PADANG sabana di benua Afrika adalah arena perburuan liar sesama satwa. Padang rumput luas itu adalah habitat mengerikan: terbuka, ganas, buas, bengis, tak ada ampun.

Yang ada cuma kill or to be killed. Hidup di padang sabana itu harus punya nyali, modal, dan beking kuat.

Harus kuat seperti singa, harus cepat seperti citah, harus licik seperti hiena. Satwa yang lemah, lambat, dan kecil akan menjadi mangsa yang empuk.

Singa adalah raja hutan, lambang sang penguasa. Semua hewan tunduk pada singa seperti gambaran film The Lion King.

Citah adalah satwa darat tercepat, bisa mencapai 120 km per jam. Itulah yang membuat citah mampu bertahan.

Adapun hiena atau dubuk adalah hewan cerdik nan licik. Selain berburu mangsa, hiena juga merebut hasil buruan satwa lain.

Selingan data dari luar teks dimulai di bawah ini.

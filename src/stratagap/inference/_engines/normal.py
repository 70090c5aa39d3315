"""Statistics as functions of the per-stratum exposed sums, and the normal engine.

The normal engine uses the exact permutation mean and variance of a linear statistic
``T = sum_s (a_s S_s + b_s)``: under within-stratum shuffles ``E S_s = n1_s R_s / n_s`` and
``Var S_s = n1_s n0_s / (n_s (n_s - 1)) sum_i (v_i - vbar_s)^2`` (sampling without
replacement), strata independent. The studentized statistic is referred to N(0, 1).

References
----------
Cochran, W. G. (1977). Sampling Techniques, 3rd ed., Wiley, thm. 2.2 (variance of a sample
total without replacement).
Wu, J. & Ding, P. (2021). JASA 116:1898-1913 (studentized stratified difference).
Mantel, N. & Haenszel, W. (1959). JNCI 22:719-748 (exposed-events sum, its null moments).
"""

from __future__ import annotations

from dataclasses import dataclass

import numpy as np
from scipy import stats


@dataclass(frozen=True)
class Design:
    """Per-stratum constants of a statistic: sizes, weights and totals."""

    n: np.ndarray
    n1: np.ndarray
    w: np.ndarray
    totals: np.ndarray  # (k, S)
    statistic: str

    def stat(self, sums: np.ndarray) -> np.ndarray:
        """Statistic from exposed sums (k, S, B) -> (B,)."""
        n, n1 = self.n[:, None], self.n1[:, None]
        n0 = n - n1
        w = self.w[:, None]
        S, R = sums[0], self.totals[0][:, None]
        if self.statistic == "sum":
            return S.sum(axis=0)  # Mantel & Haenszel 1959: exposed events summed over strata
        # difference of exposed and reference means, linear in S_s
        diff = S * (1 / n1 + 1 / n0) - R / n0
        if self.statistic == "mean_difference":
            return (w * diff).sum(axis=0)
        # studentized (values centred within strata; column 1 holds their squares)
        Q, QR = sums[1], self.totals[1][:, None]
        s1 = (Q - S**2 / n1) / (n1 - 1)  # exposed sample variance
        s0 = ((QR - Q) - (R - S) ** 2 / n0) / (n0 - 1)  # reference sample variance
        num = (w * diff).sum(axis=0)
        den = (w**2 * (np.maximum(s1, 0) / n1 + np.maximum(s0, 0) / n0)).sum(axis=0)
        with np.errstate(divide="ignore", invalid="ignore"):
            z = num / np.sqrt(den)  # Wu & Ding 2021, eq. for the studentized difference
        return np.where(den > 0, z, np.where(num == 0, 0.0, np.sign(num) * np.inf))


def moments(v, codes, n_strata, design: Design):
    """Exact permutation mean and variance of a linear statistic."""
    if design.statistic == "studentized":
        return 0.0, 1.0
    n, n1, w = design.n, design.n1, design.w
    n0 = n - n1
    R = design.totals[0]
    ss = np.bincount(codes, weights=(v[:, 0] - (R / n)[codes]) ** 2, minlength=n_strata)
    mean_s = n1 * R / n  # E S_s = n1_s R_s / n_s
    var_s = n1 * n0 / (n * (n - 1)) * ss  # Var S_s, sampling without replacement
    var_s = np.where(n > 1, var_s, 0.0)
    if design.statistic == "sum":
        a, b = np.ones_like(n), np.zeros_like(n)
    else:
        a, b = w * (1 / n1 + 1 / n0), -w * R / n0
    return float(np.sum(a * mean_s + b)), float(np.sum(a**2 * var_s))


def normal_p(observed, mean, var, statistic):
    if statistic != "studentized" and var <= 0:
        return 1.0, 1.0
    z = (observed - mean) / np.sqrt(var)
    return float(stats.norm.sf(z)), float(stats.norm.cdf(z))
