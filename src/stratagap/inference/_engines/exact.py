"""Exact engines: full enumeration of within-strata assignments, and the convolution of
per-stratum hypergeometric distributions for a binary value column with the sum statistic.

References
----------
Mantel, N. & Haenszel, W. (1959). Statistical aspects of the analysis of data from
retrospective studies of disease. JNCI 22:719-748 (the exposed-events sum and its
hypergeometric null).
"""

from __future__ import annotations

import itertools
import math

import numpy as np
from scipy import signal, stats

#: Hard cap on the number of enumerated assignments.
MAX_ASSIGNMENTS = 200_000


def log_assignments(n: np.ndarray, n1: np.ndarray) -> float:
    """Natural log of the number of distinct within-strata assignments, prod_s C(n_s, n1_s)."""
    n = np.asarray(n, dtype=float)
    n1 = np.asarray(n1, dtype=float)
    return float(np.sum([math.lgamma(a + 1) - math.lgamma(b + 1) - math.lgamma(a - b + 1)
                         for a, b in zip(n, n1)]))


def n_assignments(n: np.ndarray, n1: np.ndarray) -> int | None:
    """prod_s C(n_s, n1_s) as an int, or None when it exceeds 10**300."""
    if log_assignments(n, n1) > 690:
        return None
    total = 1
    for a, b in zip(n, n1):
        total *= math.comb(int(a), int(b))
    return total


def enumerate_exposed_sums(values: np.ndarray, t: np.ndarray, codes: np.ndarray,
                           n_strata: int) -> np.ndarray:
    """Exposed sums (k, S, A) for every one of the A within-strata assignments.

    Per stratum every subset of the smaller group's size is listed (itertools.combinations);
    the assignments of the whole design are the Cartesian product over strata.
    """
    k = values.shape[1]
    per = []
    for s in range(n_strata):
        rows = np.flatnonzero(codes == s)
        vals = values[rows].T  # (k, n_s)
        n_s, n1_s = rows.size, int(t[rows].sum())
        m_s = min(n1_s, n_s - n1_s)
        idx = np.array(list(itertools.combinations(range(n_s), m_s)), dtype=np.int64)
        idx = idx.reshape(-1, m_s)
        sums = vals[:, idx].sum(axis=2)  # (k, C_s)
        if m_s != n1_s:  # drew the reference group: exposed = total - drawn
            sums = vals.sum(axis=1, keepdims=True) - sums
        per.append(sums)
    sizes = [p.shape[1] for p in per]
    total = int(np.prod(sizes, dtype=np.int64))
    grid = np.indices(sizes).reshape(n_strata, total)
    out = np.empty((k, n_strata, total))
    for s in range(n_strata):
        out[:, s, :] = per[s][:, grid[s]]
    return out


def _convolve(a: np.ndarray, b: np.ndarray) -> np.ndarray:
    """Convolution of two pmfs: direct when small (exact to rounding), else FFT (clipped)."""
    if a.size * b.size <= 20_000_000:
        return np.convolve(a, b)
    out = signal.fftconvolve(a, b)
    return np.clip(out, 0.0, None)


def hypergeometric_sum_pmf(n: np.ndarray, events: np.ndarray, n1: np.ndarray):
    """Exact null pmf of sum_s S_s, S_s ~ Hypergeometric(n_s, events_s, n1_s) independent.

    Returns ``(support, pmf)``: integer support values and their probabilities. Each stratum's
    pmf is cut where it underflows to 0 in double precision.

    References
    ----------
    Mantel & Haenszel (1959); the convolution of independent per-stratum hypergeometrics is
    the exact conditional null of the stratified 2x2 tables (common practice since then).
    """
    offset = 0
    pmf = np.ones(1)
    for n_s, e_s, n1_s in zip(n, events, n1):
        n_s, e_s, n1_s = int(n_s), int(e_s), int(n1_s)
        lo, hi = max(0, n1_s - (n_s - e_s)), min(n1_s, e_s)
        x = np.arange(lo, hi + 1)
        p = stats.hypergeom.pmf(x, n_s, e_s, n1_s)
        nz = np.flatnonzero(p > 0)
        x, p = x[nz[0]:nz[-1] + 1], p[nz[0]:nz[-1] + 1]
        pmf = _convolve(pmf, p)
        offset += int(x[0])
    pmf = pmf / pmf.sum()
    return offset + np.arange(pmf.size), pmf
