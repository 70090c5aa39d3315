"""Engines of the permutation test: exact enumeration, Monte Carlo (with compiled kernels), normal."""
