"""The normal engine: the statistic standardized by its permutation moments, against N(0, 1).

The mean and variance come from :meth:`stratagap.inference.statistic.Statistic.null_moments`
(exact permutation moments of a linear statistic; ``(0, 1)`` for the studentized one).
"""

from __future__ import annotations

import numpy as np
from scipy import stats


def normal_p(observed, mean, var, statistic):
    """One-sided p-values ``(P(Z >= z), P(Z <= z))``, ``z = (T - mean) / sqrt(var)``."""
    if statistic != "studentized" and var <= 0:
        return 1.0, 1.0
    z = (observed - mean) / np.sqrt(var)
    return float(stats.norm.sf(z)), float(stats.norm.cdf(z))
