static const struct {
    const char *args[16];
    const char *field;
    tc_match how;
} tc_bad[] = {
    {{"predict", "--levels", "1", "--atoms", "24", "--spectrum", "0.5,0.5"},
     "levels",
     TC_EXACT},
    {{"predict", "--levels", "17", "--atoms", "24", "--spectrum", "1"},
     "levels",
     TC_EXACT},
    {{"predict", "--levels", "3.5", "--atoms", "24", "--spectrum", "1"},
     "levels",
     TC_EXACT},
    {{"predict", "--levels", "3", "--atoms", "0", "--spectrum", "0.6,0.3,0.1"},
     "atoms",
     TC_EXACT},
    {{"predict", "--levels", "3", "--atoms", "-4", "--spectrum", "0.6,0.3,0.1"},
     "atoms",
     TC_EXACT},
    {{"predict", "--levels", "3", "--atoms", "2x", "--spectrum", "0.6,0.3,0.1"},
     "atoms",
     TC_EXACT},
    {{"predict", P3, "0.6,0.5,-0.1"}, "spectrum", TC_PREFIX},
    {{"predict", P3, "nan,0.5,0.5"}, "spectrum", TC_PREFIX},
    {{"predict", P3, "0.5,inf,0.5"}, "spectrum", TC_PREFIX},
    {{"predict", P3, "0.6,0.4"}, "spectrum", TC_PREFIX},
    {{"predict", P3, "0.2,0.2,0.2,0.4"}, "spectrum", TC_PREFIX},
    {{"predict", P3, "0.6,0.3,0.2"}, "spectrum", TC_PREFIX},
    {{"predict", P3, "0.6,0.3,0.100001"}, "spectrum", TC_PREFIX},
    {{"predict", P3, "0.6,,0.4"}, "spectrum", TC_PREFIX},
    {{"predict", P3, "0.6,0.3,0.1", "--frobnicate", "2"},
     "frobnicate",
     TC_EXACT},
    {{"predict", P3, "0.6,0.3,0.1", "--top"}, "top", TC_EXACT},
    {{"predict", "--levels", "3", "--atoms", "--spectrum", "0.6,0.3,0.1"},
     "atoms",
     TC_EXACT},
    {{"predict", "--levels", "3", "--spectrum", "0.6,0.3,0.1"},
     "atoms",
     TC_EXACT},
    {{"predict", P3, "0.6,0.3,0.1", "--levels", "3"}, "levels", TC_EXACT},
    {{"predict", P3, "0.6,0.3,0.1", "--top", "-1"}, "top", TC_EXACT},
    {{"diagrams", "--levels", "3", "--atoms", "6", "--content", "3", "--energy",
      "1"},
     "content",
     TC_EXACT},
    {{"diagrams", "--levels", "3", "--atoms", "6", "--energy", "1",
      "--energy-sd", "-1"},
     "energy-sd",
     TC_EXACT},
    {{"diagrams", "--levels", "3", "--atoms", "6", "--energy", "inf"},
     "energy",
     TC_EXACT},
    {{"diagrams", "--levels", "3", "--atoms", "6", "--content", "1.5"},
     "content",
     TC_EXACT},
    {{"simulate", P3, "0.6,0.3,0.1", "--shots", "0"}, "shots", TC_EXACT},
    {{"simulate", P3, "0.6,0.3,0.1", "--shots", "1000001"}, "shots", TC_EXACT},
    {{"simulate", P3, "0.6,0.3,0.1"}, "shots", TC_EXACT},
    {{"simulate", P3, "0.6,0.3,0.1", "--shots", "10", "--seed", "x"},
     "seed",
     TC_EXACT},
    {{"simulate", P3, "0.7,0.3,0.1", "--shots", "10"}, "spectrum", TC_PREFIX},
    {{"frobnicate"}, "command", TC_EXACT},
};
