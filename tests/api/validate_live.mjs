// validate_live.mjs — live responses of `swapspec serve` against the spec.
//
// Starts the daemon on 127.0.0.1 port 0 with a store in a fresh temporary
// directory (reading the port from its "listening" log line), calls every
// route with good and bad input, and validates each response — status,
// Content-Type, documented headers and body — against the response the spec
// documents for that route and status (SwaggerParser.dereference, then Ajv
// for JSON Schema 2020-12 with ajv-formats).  Problem responses are checked
// the same way.  Besides the schemas it checks what the contract promises
// beyond them (JSON pointers of faulty fields, idempotent replay, keyset
// pagination, metrics that count what was sent, a clean SIGTERM).  Another
// daemon covers named calibrations, analyses by reference, revisions and
// reprocessing jobs (issue 5); one with a tokens file checks 401/403.  Numerical spot checks use
// identities of the model, not output copied from swapspec:
//   E[c] = C(n,2)·P2 (docs: /work/shared/domain.md §2, exact identity; we
//   allow 1e-9 relative for the printed 15 significant digits), content sums
//   by hand (c(4,1,1) = c(3,3) = 3), and the calibration formula
//   E = offset + pair_shift·C(n,2) + exchange·c (samples/README.md), so that
//   an offset change Δ moves the P2 read from a mean by −Δ/(exchange·C(n,2)).
//
// Usage: node validate_live.mjs path/to/swapspec
// Prints one line per check and ends with "N passed, N failed".
import { spawn, spawnSync } from 'node:child_process';
import crypto from 'node:crypto';
import fs from 'node:fs';
import http from 'node:http';
import net from 'node:net';
import os from 'node:os';
import path from 'node:path';
import { isDeepStrictEqual } from 'node:util';
import SwaggerParser from '@apidevtools/swagger-parser';
import {
  HTTP_METHODS,
  REPO,
  SPEC_PATH,
  Tally,
  formatAjvErrors,
  makeAjv,
  makeValidatorCache,
  matchMediaType,
} from './lib.mjs';

const t = new Tally();
let spec;
let compile;
let onCreated = null; // called with the body of every 201, valid or not

// Quillfeather lab calibrations (samples/calibration-boxtrap-*.json).
const TRAP_A = { offset: 12.5, pair_shift: 0.8, exchange: -3.1, noise_sd: 0.6, unit: 'Hz' };
const TRAP_B = { offset: -4.0, pair_shift: 1.15, exchange: 2.4, noise_sd: 1.9, unit: 'Hz' };
const BODY_LIMIT = 1024 * 1024; // the contract's default body cap

// ---------------------------------------------------------------------------
// Daemon handling

// Daemons still running when the script ends (a crash) are killed.
const running = new Set();
process.on('exit', () => {
  for (const child of running) child.kill('SIGKILL');
});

Seperti singa, hiena adalah hewan berkelompok tapi lebih solid dan banyak jumlahnya. Naluri hiena dapat menghitung kekuatan lawan, dan secepatnya bisa memanggil kawanannya untuk mengalahkan hewan lain.

Cara hidup bersekutu membuat hiena menjadi pemangsa ditakuti.

Ilustrasi metafor ini dikemukakan untuk memotret koalisi politik yang sudah ramai diperbincangkan, setelah munculnya Koalisi Indonesia Bersatu (KIB).

Seperti padang sabana, arena politik juga adu kuat, adu cepat, adu siasat. Siapa cepat dia hebat, siapa cepat dia dapat, siapa bersiasat dia melesat.

Kuat-cepat-siasat haruslah satu paket. Koalisi berarti menambah energi, memperbanyak kawan, melipatgandakan kekuatan. Daya dorong koalisi bak buldozer yang melibas apa yang menghadang.

Potensi keuntungan berkoalisi bagi anggotanya, menurut J Brian O’Day dari National Democratic Institute, antara lain partai mendapat sesuatu yang baru, memperluas basis dukungan, mengandalkan kekuatan bersama, memperluas pengetahuan dan kemampuan, mengatasi celah kekurangan.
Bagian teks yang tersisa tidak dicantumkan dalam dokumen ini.